*** SUPPLIED DATA ***
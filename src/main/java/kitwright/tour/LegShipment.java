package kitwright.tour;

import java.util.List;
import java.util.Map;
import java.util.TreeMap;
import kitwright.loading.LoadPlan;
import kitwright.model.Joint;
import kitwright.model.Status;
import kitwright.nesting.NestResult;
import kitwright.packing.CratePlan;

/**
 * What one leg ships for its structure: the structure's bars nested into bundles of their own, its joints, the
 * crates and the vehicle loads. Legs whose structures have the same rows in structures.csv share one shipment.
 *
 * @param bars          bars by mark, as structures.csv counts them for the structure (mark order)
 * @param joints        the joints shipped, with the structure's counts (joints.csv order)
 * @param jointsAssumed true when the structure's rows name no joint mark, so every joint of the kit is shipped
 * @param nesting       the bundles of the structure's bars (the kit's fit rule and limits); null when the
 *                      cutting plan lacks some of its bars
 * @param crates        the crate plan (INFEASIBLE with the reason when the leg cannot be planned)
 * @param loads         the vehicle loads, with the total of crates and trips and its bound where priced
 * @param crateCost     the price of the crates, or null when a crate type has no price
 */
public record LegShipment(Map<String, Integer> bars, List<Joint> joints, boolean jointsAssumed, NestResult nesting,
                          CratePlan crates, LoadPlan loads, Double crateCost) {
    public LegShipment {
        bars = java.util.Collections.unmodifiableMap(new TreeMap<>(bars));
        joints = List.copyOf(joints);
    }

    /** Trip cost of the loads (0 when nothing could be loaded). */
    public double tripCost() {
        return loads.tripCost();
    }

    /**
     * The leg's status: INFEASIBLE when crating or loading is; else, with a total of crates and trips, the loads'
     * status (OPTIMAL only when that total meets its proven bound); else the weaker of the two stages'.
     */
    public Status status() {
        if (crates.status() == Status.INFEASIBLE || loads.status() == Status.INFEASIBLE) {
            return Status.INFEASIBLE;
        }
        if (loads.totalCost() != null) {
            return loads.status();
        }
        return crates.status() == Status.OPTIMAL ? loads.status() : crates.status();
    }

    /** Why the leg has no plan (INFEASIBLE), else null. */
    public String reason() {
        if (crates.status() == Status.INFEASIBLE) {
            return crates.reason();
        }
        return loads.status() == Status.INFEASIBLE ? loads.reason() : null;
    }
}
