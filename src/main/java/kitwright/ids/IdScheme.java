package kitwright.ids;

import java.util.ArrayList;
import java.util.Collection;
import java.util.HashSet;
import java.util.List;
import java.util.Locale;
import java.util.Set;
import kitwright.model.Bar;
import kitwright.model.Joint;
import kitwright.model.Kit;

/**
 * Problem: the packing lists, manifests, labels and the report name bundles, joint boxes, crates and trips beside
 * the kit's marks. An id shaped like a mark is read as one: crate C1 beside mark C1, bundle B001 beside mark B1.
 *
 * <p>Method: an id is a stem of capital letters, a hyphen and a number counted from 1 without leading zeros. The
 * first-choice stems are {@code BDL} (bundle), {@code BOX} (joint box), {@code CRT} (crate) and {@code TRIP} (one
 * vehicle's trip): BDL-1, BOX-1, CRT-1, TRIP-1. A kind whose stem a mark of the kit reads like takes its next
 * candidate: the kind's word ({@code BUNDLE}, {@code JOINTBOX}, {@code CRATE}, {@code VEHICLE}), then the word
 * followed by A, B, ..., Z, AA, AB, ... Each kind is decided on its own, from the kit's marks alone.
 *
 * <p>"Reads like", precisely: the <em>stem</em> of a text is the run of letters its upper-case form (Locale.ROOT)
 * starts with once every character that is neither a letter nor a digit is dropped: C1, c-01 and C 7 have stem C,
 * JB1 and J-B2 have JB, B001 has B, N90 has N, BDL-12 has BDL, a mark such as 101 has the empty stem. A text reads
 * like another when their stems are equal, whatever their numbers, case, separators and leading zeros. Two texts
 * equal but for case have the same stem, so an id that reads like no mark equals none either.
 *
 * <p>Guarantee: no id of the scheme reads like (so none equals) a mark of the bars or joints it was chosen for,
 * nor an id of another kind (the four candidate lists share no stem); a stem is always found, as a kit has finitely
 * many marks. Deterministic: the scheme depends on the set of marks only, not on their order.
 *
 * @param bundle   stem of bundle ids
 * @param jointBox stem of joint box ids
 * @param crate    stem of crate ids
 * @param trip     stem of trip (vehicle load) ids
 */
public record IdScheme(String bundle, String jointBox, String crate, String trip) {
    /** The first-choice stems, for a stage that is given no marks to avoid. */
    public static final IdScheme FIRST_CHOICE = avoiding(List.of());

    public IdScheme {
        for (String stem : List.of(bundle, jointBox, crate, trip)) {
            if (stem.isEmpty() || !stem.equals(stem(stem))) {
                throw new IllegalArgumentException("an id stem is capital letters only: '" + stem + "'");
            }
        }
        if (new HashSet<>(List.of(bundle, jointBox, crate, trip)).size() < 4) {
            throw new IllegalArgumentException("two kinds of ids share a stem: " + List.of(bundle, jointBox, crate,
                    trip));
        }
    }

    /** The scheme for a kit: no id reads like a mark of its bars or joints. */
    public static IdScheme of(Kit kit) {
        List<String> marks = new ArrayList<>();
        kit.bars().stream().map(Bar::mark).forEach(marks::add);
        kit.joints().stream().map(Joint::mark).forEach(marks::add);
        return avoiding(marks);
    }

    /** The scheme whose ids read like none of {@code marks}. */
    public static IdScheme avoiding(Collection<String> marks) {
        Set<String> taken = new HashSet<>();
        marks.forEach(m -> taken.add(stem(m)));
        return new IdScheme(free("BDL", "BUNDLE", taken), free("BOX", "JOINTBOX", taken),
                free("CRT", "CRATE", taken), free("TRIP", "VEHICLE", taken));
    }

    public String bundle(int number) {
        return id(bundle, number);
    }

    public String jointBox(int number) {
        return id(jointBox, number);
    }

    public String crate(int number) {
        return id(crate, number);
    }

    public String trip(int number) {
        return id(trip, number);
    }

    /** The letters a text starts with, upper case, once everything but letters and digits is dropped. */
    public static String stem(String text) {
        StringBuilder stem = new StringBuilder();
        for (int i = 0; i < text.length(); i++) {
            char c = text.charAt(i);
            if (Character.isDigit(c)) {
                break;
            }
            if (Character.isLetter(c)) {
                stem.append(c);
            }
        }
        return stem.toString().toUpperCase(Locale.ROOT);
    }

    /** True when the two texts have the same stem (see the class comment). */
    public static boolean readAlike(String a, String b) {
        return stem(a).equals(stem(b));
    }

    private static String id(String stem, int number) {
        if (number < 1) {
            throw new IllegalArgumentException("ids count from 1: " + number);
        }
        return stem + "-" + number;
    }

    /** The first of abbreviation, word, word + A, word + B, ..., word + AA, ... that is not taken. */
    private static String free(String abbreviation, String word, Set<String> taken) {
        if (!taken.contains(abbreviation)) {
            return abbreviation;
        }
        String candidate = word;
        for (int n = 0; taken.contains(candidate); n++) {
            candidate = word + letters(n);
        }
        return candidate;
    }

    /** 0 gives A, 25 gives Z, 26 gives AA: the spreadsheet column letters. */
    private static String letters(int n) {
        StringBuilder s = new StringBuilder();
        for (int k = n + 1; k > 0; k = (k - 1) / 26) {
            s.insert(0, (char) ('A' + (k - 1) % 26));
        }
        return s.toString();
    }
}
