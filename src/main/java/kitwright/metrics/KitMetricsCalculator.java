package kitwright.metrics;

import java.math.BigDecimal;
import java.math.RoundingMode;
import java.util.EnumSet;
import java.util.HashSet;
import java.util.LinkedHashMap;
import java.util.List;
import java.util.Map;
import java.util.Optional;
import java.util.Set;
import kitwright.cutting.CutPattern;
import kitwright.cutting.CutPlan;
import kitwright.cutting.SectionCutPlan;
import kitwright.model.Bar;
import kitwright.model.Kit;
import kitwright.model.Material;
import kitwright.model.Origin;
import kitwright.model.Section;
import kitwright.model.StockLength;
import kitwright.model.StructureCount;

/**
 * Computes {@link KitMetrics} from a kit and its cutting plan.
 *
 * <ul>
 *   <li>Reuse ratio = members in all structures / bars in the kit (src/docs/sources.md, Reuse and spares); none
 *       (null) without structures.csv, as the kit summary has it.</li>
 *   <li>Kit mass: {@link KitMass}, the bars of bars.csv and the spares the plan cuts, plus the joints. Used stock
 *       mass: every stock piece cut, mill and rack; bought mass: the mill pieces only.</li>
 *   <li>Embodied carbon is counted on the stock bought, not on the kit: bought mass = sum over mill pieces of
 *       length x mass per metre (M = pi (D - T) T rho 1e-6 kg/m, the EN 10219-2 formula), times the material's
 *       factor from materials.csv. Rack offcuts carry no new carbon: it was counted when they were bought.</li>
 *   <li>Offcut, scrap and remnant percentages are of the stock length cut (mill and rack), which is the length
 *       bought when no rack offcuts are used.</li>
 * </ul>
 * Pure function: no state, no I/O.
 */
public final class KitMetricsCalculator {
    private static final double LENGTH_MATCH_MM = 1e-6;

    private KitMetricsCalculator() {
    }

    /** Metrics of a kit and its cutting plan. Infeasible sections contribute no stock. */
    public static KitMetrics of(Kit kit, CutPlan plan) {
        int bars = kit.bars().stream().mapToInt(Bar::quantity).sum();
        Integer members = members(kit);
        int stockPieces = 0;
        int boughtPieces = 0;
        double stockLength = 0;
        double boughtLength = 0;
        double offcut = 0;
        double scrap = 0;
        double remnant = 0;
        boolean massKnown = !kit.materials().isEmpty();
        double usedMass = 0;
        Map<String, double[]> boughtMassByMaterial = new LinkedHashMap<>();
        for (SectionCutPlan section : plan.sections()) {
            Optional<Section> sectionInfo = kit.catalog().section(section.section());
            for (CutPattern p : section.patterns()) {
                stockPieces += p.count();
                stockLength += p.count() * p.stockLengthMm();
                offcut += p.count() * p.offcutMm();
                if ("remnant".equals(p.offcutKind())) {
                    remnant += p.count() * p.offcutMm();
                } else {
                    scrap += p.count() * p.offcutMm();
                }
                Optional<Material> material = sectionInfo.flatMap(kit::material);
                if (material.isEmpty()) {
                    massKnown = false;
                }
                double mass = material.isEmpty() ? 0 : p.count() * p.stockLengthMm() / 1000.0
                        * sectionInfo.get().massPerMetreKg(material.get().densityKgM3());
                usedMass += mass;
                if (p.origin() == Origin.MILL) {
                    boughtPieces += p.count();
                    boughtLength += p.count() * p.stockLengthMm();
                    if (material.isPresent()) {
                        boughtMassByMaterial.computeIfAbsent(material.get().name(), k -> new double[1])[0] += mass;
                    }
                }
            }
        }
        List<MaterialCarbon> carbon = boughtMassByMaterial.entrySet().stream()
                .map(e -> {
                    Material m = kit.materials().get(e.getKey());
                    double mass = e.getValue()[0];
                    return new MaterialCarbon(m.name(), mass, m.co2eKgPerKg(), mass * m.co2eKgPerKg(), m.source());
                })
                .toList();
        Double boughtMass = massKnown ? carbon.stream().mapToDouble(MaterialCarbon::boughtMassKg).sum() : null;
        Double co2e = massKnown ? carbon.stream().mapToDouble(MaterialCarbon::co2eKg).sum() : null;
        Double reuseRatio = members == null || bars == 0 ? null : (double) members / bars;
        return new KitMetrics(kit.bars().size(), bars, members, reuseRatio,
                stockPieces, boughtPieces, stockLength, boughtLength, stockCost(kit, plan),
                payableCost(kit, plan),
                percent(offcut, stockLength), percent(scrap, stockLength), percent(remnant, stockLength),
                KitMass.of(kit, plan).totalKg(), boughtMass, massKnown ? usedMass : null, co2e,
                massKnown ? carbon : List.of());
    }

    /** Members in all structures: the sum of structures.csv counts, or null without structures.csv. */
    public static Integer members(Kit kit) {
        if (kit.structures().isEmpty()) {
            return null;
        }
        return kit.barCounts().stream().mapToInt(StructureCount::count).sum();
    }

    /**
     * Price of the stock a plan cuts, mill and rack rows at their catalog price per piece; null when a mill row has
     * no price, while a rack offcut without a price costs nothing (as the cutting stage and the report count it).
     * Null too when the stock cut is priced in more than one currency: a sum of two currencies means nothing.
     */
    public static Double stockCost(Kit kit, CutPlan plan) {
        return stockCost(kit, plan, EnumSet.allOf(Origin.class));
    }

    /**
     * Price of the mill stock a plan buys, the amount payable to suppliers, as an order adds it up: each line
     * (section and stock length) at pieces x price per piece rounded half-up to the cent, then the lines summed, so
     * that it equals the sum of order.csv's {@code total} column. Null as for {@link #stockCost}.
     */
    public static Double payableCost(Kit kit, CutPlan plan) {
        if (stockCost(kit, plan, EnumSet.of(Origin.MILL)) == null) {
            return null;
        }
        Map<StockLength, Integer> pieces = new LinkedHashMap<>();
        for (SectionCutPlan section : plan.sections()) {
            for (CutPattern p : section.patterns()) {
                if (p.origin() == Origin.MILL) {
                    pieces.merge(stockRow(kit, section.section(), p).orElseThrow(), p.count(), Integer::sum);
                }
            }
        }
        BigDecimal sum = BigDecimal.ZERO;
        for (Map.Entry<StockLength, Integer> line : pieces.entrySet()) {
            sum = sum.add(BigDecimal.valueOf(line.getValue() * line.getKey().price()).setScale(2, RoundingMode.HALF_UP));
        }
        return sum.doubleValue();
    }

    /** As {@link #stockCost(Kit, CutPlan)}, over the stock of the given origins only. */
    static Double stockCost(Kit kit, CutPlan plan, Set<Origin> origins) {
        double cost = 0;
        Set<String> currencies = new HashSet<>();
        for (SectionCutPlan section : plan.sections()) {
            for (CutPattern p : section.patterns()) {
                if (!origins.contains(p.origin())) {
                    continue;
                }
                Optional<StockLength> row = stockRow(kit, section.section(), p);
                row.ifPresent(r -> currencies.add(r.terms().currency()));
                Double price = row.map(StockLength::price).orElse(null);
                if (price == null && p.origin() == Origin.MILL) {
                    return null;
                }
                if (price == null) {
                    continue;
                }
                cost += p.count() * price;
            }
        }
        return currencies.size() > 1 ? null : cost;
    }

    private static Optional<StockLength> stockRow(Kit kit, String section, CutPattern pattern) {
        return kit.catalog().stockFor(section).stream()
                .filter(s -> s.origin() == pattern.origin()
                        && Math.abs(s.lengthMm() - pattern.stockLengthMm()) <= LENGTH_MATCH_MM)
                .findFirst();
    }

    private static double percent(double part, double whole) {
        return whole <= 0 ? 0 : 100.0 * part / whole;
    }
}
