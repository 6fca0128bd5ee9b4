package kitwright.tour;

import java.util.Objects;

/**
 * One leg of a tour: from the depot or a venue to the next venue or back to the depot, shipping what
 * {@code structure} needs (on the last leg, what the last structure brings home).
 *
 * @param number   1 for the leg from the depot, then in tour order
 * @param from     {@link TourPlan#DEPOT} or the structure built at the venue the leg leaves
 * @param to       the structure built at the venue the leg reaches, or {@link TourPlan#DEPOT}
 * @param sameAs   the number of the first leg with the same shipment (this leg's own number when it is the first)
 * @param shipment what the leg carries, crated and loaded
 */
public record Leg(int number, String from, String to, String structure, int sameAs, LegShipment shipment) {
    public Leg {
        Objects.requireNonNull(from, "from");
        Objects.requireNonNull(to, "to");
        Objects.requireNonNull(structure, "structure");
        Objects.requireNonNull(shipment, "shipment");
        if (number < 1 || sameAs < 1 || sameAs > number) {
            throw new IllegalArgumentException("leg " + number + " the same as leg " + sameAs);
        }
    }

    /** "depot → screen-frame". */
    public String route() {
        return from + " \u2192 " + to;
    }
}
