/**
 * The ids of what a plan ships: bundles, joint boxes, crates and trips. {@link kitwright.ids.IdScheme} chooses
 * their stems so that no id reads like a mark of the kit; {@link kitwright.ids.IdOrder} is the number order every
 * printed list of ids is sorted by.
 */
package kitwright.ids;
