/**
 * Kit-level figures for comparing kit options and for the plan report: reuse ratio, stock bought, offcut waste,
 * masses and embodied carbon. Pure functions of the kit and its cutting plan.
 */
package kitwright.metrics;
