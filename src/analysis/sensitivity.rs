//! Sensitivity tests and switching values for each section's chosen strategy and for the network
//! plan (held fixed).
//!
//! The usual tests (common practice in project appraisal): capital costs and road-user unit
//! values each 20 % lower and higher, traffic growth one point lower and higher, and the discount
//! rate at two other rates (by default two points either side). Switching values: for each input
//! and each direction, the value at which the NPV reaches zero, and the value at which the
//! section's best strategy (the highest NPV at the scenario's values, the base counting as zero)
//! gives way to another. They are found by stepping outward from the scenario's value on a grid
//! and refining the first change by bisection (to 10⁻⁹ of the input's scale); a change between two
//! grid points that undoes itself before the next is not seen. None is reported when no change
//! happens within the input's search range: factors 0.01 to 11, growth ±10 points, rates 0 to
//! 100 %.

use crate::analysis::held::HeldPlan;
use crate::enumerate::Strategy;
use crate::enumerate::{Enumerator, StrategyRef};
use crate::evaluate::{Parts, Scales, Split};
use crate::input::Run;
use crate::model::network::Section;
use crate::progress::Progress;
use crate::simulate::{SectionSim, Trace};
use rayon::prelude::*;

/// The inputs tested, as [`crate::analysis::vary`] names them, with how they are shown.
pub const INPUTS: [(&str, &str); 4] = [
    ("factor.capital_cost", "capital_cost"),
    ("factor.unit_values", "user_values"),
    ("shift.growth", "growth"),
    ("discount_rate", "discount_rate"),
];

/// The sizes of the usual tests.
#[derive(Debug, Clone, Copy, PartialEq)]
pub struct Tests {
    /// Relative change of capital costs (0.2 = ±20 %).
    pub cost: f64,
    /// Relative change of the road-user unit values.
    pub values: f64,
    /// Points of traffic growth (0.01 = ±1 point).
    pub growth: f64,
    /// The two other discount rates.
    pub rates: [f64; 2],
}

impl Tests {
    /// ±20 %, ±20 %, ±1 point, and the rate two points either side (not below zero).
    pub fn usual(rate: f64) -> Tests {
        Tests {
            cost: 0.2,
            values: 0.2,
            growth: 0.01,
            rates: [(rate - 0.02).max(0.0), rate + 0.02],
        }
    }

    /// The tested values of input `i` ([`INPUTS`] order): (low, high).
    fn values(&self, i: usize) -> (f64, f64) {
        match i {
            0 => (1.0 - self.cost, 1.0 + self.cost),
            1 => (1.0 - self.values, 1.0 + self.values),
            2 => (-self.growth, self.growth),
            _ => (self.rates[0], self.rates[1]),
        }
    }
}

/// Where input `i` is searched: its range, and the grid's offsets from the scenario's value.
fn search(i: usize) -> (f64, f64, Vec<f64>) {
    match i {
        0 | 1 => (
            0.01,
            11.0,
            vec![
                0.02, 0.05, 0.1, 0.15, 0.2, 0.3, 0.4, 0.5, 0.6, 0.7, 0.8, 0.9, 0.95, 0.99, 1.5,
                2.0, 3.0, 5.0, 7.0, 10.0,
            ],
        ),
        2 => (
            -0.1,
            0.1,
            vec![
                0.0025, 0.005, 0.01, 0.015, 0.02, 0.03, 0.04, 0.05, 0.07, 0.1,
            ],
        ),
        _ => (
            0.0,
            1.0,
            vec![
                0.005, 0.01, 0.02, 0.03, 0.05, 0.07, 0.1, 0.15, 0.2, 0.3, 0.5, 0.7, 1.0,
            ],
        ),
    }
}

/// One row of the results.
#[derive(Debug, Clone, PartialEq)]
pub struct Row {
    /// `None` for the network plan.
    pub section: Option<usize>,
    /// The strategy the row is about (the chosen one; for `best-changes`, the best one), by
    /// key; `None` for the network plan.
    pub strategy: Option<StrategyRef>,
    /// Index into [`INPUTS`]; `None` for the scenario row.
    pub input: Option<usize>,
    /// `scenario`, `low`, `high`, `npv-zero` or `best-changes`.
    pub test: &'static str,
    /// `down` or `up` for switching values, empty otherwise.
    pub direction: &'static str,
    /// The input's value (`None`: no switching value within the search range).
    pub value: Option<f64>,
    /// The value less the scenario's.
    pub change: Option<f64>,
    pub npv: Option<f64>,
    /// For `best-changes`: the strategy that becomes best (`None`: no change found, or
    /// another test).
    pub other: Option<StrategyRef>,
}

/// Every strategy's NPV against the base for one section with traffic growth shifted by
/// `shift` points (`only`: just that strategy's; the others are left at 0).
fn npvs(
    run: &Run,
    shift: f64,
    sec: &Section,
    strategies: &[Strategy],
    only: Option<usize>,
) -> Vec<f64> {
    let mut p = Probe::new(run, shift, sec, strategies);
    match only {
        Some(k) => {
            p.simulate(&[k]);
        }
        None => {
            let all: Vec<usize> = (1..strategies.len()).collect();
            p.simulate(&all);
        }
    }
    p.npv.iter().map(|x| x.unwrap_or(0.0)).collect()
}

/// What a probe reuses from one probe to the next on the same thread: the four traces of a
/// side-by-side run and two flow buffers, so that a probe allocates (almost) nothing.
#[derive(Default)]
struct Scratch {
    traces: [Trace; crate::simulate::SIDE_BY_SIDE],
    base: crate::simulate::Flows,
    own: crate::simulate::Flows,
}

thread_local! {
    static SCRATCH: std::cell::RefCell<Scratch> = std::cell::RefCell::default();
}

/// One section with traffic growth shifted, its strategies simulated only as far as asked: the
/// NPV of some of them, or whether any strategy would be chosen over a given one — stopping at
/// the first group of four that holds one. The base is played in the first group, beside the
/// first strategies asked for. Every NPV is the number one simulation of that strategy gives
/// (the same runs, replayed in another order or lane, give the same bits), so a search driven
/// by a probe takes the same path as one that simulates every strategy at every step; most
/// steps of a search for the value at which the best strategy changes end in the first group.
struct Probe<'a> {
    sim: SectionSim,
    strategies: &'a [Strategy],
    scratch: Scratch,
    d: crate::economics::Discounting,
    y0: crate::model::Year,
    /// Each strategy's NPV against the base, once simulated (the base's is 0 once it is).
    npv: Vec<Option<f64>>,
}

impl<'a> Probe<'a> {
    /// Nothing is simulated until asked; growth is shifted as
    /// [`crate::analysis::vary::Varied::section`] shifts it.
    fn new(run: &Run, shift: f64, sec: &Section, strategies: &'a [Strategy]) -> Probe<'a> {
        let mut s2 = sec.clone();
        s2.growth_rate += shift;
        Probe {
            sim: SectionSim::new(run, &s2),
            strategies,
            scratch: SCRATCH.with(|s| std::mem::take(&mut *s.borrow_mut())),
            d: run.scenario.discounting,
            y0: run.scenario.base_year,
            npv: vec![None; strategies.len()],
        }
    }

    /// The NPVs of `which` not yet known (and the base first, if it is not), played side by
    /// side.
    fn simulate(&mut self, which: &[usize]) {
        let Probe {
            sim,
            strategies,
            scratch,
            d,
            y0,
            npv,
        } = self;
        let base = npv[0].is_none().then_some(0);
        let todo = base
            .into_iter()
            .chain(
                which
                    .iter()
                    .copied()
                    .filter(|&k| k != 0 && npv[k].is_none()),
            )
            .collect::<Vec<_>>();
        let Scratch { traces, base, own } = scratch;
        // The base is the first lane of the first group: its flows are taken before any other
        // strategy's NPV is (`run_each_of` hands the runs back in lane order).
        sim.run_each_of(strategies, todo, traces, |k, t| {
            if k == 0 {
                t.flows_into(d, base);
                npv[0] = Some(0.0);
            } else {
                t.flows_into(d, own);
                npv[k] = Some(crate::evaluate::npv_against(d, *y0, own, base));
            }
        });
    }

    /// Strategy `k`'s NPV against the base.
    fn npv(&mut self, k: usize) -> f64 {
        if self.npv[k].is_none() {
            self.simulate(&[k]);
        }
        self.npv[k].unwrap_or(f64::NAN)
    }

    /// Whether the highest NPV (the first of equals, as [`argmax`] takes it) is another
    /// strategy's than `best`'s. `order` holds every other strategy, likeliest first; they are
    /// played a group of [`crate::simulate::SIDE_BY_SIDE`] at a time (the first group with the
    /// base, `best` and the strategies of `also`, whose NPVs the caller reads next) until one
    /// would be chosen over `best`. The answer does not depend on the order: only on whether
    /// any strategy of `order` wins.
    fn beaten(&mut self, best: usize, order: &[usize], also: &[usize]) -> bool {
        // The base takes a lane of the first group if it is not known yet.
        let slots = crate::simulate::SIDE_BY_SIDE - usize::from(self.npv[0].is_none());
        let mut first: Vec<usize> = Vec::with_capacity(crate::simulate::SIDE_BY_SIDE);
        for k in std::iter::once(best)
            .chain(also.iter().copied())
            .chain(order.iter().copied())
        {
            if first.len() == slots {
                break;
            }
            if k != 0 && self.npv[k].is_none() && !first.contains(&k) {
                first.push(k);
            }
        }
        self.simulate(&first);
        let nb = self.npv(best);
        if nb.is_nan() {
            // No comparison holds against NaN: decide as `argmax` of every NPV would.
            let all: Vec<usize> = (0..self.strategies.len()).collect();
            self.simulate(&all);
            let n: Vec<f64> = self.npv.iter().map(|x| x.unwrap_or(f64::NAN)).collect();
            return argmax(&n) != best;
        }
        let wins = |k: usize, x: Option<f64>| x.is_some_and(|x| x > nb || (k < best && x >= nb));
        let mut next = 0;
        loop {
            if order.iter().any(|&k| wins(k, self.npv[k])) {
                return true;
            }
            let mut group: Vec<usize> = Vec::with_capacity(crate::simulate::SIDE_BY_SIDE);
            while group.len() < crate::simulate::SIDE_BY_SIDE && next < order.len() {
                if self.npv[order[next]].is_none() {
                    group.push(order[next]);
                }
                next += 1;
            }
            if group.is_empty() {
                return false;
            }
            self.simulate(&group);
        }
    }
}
***
TASK TO COMPLETE ▸ Check the entries above line by line and return each one containing the word "forEach".

ANSWER FOR THIS EXERCISE ▸
        kit.bars().stream().map(Bar::mark).forEach(marks::add);
        kit.joints().stream().map(Joint::mark).forEach(marks::add);
        marks.forEach(m -> taken.add(stem(m)));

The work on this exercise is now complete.